Several months ago (and yes its still bothering me) I was washing dishes and looking out the kitchen window and I spotted two animals coming down the dirt road that comes off the mountain behind us. It looked like two coyotes but one was red and one was black. They weren't like the regular grey coyotes I'm used to seeing, they were very long legged with huge ears. I'm attaching a link to a picture (I hope) that I found online that looks exactly like what I saw but the caption said "red wolf". I did some research and found out there are no red wolves outside of North Carolina. What the heck did I see? 








http://www.wolfworlds.com/red_wolf_walking.html


----------



## TenBusyBees (Jun 15, 2011)

Fox maybe?


----------



## Wolfy-hound (May 5, 2013)

It's a bit of a fib that no red wolves exist outside N.Carolina imo. I have a couple friends that have seen red wolves well outside of North Carolina. They travel in singles or pairs, not packs, so when they were released, they spread further out instead of forming packs. They have a few 'greenbelts' that they can sort of travel southward, so I wouldn't consider it impossible.

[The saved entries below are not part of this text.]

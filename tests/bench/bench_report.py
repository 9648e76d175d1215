"""Benchmark of the report (run: pytest tests/bench/bench_report.py -m bench -s).

PRINTS the time of a whole report (check, fault map, run with the trace
recorder, every table and figure, the folder written) of a 200-section, one-hour
club layout, and its ratio to a plain run of the same scenario in the same
process; no pass/fail on times. The layout is the invented line of
tests/bench/bench_engine.py with breakers and reversing sections added.
"""
from __future__ import annotations

import time

import pytest

from sim.report import build, write
from sim.world import run
from tests.bench.bench_engine import line_layout

pytestmark = pytest.mark.bench


def test_bench_report_of_a_club_hour(tmp_path):
    scn = line_layout(200, 30, 3600.0, fault_every_s=30.0, n_breakers=5, n_reversers=5)
    t0 = time.perf_counter()
    res = run(scn)
    t_run = time.perf_counter() - t0
    t0 = time.perf_counter()
    rep = build(scn)
    t_build = time.perf_counter() - t0
    t0 = time.perf_counter()
    names = write(rep, str(tmp_path / "club"))
    t_write = time.perf_counter() - t0
    total = t_build + t_write
    print(f"\n[bench] report of 200 sections, one hour, 30 trains: {len(res.episodes)} "
          f"episodes, {len(rep.figures)} figures, {len(names)} files; plain run {t_run:.1f} s; "
          f"report {total:.1f} s (check {rep.timings['check_s']:.1f} s, fault map "
          f"{rep.timings['faultmap_s']:.1f} s, run with traces {rep.timings['run_s']:.1f} s, "
          f"figures and tables {rep.timings['figures_s']:.1f} s, writing {t_write:.1f} s): "
          f"{total / t_run:.1f} x a plain run (target: well under a minute)")
    assert len(rep.sequences) <= 6 and len(rep.charts) <= 12
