const root = resolve(import.meta.dirname, '../..');
const shots = join(root, 'test-output', 'workbench');
const origin = () => server.url;
// Gated (D) latch primitive flow table: check-data/README.md worked example (Mano and Ciletti,
// Digital Design, asynchronous sequential circuits chapter; encoded from memory).
const GATED_LATCH = readFileSync(join(root, 'tests/fixtures/formats/gated-latch.qfl'), 'utf8');
const account = (role: string) => DEMO_ACCOUNTS.find((a) => a.role === role)!;
const ws = DEMO_WORKSPACE.slug;

let server: TestServer;
let browser: BrowserSession;
let page: Page;

/** Signs in through the sign-in form and waits until it has left it. */
async function signIn(p: Page, email: string, password: string): Promise<void> {
  await p.goto(`${origin()}/auth/sign-in`);
  await p.locator('input[name="email"]').first().fill(email);
  await p.locator('input[name="password"]').first().fill(password);
  await Promise.all([p.waitForURL((u) => !u.pathname.startsWith('/auth/sign-in'), { timeout: 30_000 }), p.locator('form:has(input[type="password"]) button[type="submit"]').first().click()]);
}

async function shot(name: string, p: Page = page): Promise<void> {
  await p.screenshot({ path: join(shots, `${name}.png`), fullPage: false });
}

/** Text of the Monaco source editor (its rendered lines, spaces normalized). */
async function sourceText(p: Page = page): Promise<string> {
  return (await p.locator('[data-testid="source-editor"] .view-lines').innerText()).replace(/\u00a0/g, ' ');
}

async function openView(label: string, p: Page = page): Promise<void> {
  await p.getByRole('tab', { name: label, exact: true }).click();
}

/** A grid cell as text (`next/bits`, or `-` when unspecified), by state name and column key. */
async function gridCell(state: string, key: string, p: Page = page): Promise<string> {
  const cell = p.locator(`#view-table [role="gridcell"][data-row="${state}"][data-key="${key}"]`).first();
  if ((await cell.count()) === 0) return '(no cell)';
  return (await cell.getAttribute('data-text')) ?? '(no text)';
}
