/**
 * The gated (D) latch worked example of check-data/README.md: the primitive flow table of the
 * gated-latch design example in Mano and Ciletti, "Digital Design" (textbook), chapter on
 * asynchronous sequential circuits, encoded from memory and from secondary write-ups.
 * Known results (README): 2 rows by merging (a, c, d) and (b, e, f); 7 compatible pairs;
 * maximal compatibles {a, b}, {a, c, d}, {b, e, f}.
 */
import { describe, expect, it } from 'vitest';
import { tableToInterchange } from '../../../../src/lib/engine/model';
import { buildImplicationChart, findMaximalCompatibles, minimizeTable, verifyReduction } from '../../../../src/lib/engine/minimize/index';
import { gatedLatchTable } from '../../../support/worked-examples';

/** The README's table, inputs D G, output Q, outputs only in stable cells. */
const LATCH = gatedLatchTable();

const names = (sets: number[][]) => sets.map((s) => s.map((i) => LATCH.states[i]).join(''));

describe('gated latch (check-data/README.md worked example, textbook, encoded from memory)', () => {
  it('has 7 compatible pairs', () => {
    expect(buildImplicationChart(LATCH).compatiblePairs).toBe(7);
  });

  it('has the maximal compatibles {a,b}, {a,c,d}, {b,e,f}', () => {
    const m = findMaximalCompatibles(buildImplicationChart(LATCH));
    expect(m.complete).toBe(true);
    expect(names(m.sets)).toEqual(['ab', 'acd', 'bef']);
  });

  it('reduces to 2 rows with classes {a,c,d} and {b,e,f}', () => {
    const r = minimizeTable(LATCH);
    expect(r.exact).toBe(true);
    expect(names(r.classes)).toEqual(['acd', 'bef']);
    expect(r.table.states).toEqual(['a+c+d', 'b+e+f']);
    expect(r.table.states[r.table.reset]).toBe('a+c+d');
    expect(verifyReduction(LATCH, r.table, r.classes)).toEqual([]);
  });

  it('gives the reduced latch: each row holds its output in its stable cells', () => {
    // merged outputs: (a,c,d) stores Q = 0, (b,e,f) stores Q = 1 (common practice, no source)
    const doc = tableToInterchange(minimizeTable(LATCH).table);
    expect(doc.rows).toEqual({
      'a+c+d': { '00': 'a+c+d/0', '01': 'a+c+d/0', '11': 'b+e+f/-', '10': 'a+c+d/0' },
      'b+e+f': { '00': 'b+e+f/1', '01': 'a+c+d/-', '11': 'b+e+f/1', '10': 'b+e+f/1' },
    });
  });
});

However I don't know where you are located. The other more common possibilities would be foxes or odd-colored coyotes or even coyote/dog hybrids or dogs.


----------



## 1shotwade (Jul 9, 2013)

You can't believe everything you read on the internet! There has been a "red Wolf" sanctuary within 20 miles of me for 25 years. It has expanded to other locations and I have been told by the workers there that different states are taking the wolves and "planting" them in the wild to get them re-established.I'm not in N.C. but rather in Indiana. 

Wade


----------



## Work InProgress (Feb 28, 2011)

Sorry, should have said I'm in Central Virginia.


----------



## DaleK (Sep 23, 2004)

Virginia isn't that far from NC, and I doubt they know where the borders are. Could have been something crossed with a dog too.


----------



## Chaty (Apr 4, 2008)

Its wolves, 
That's like they tell us here in Kansas there isn't any Mountain Lions...ha! That's a hoot when WE all know about 10 yrs back they released 65 in Kansas alone and they are microchipped too. If you shoot them you will see lots of SUV's show up at your house. Bring them on if I see 1 and its around my cattle, horses, goats or even my chickens its a dead kitty kitty. I have great Pyrenees but I don't want to lose any dogs either.


----------



## arcticow (Oct 8, 2006)

There are red wolves in East Texas and Louisiana...


----------



## Work InProgress (Feb 28, 2011)

I thought it could be wolves just because up until the last few months my dogs would go out at night. Now when they hear something howling the biggest one hides under the bed. When it was just coyotes they would go out and stand at the edge of the yard and bark. The Jack Russell cross still thinks he's 10 ft tall and bullet proof but I don't let them out unless I'm with them carrying my gun. Thanks for the input everyone. I was really getting tired of folks around here looking at me like I'm crazy when I talk about what I saw.


----------



## secuono (Sep 28, 2011)

I'm in VA and we saw a very tall 'red fox', looked like a fox, just 3 times the size, but didn't look like a coyote....


----------



## Work InProgress (Feb 28, 2011)

Secuono I'm only 40 or so miles from you in Keswick. These two I saw looked somewhat like a large fox but one was red and the other was black. Very little to no white on them and _really_ long legs. Definitely didn't look like the regular old foxes or coyotes we see.


----------



## arcticow (Oct 8, 2006)

Red wolves are leggy, but not so big as gray wolves.


----------



## farmrbrown (Jun 25, 2012)

Sounds like what you saw was a red wolf.
http://www.nhptv.org/natureworks/redwolf.htm


----------



## Bellyman (Jul 6, 2013)

Hey, I still think I saw a Bigfoot run across the road in front of our car one night. Black bears don't run across roads on their hind legs. 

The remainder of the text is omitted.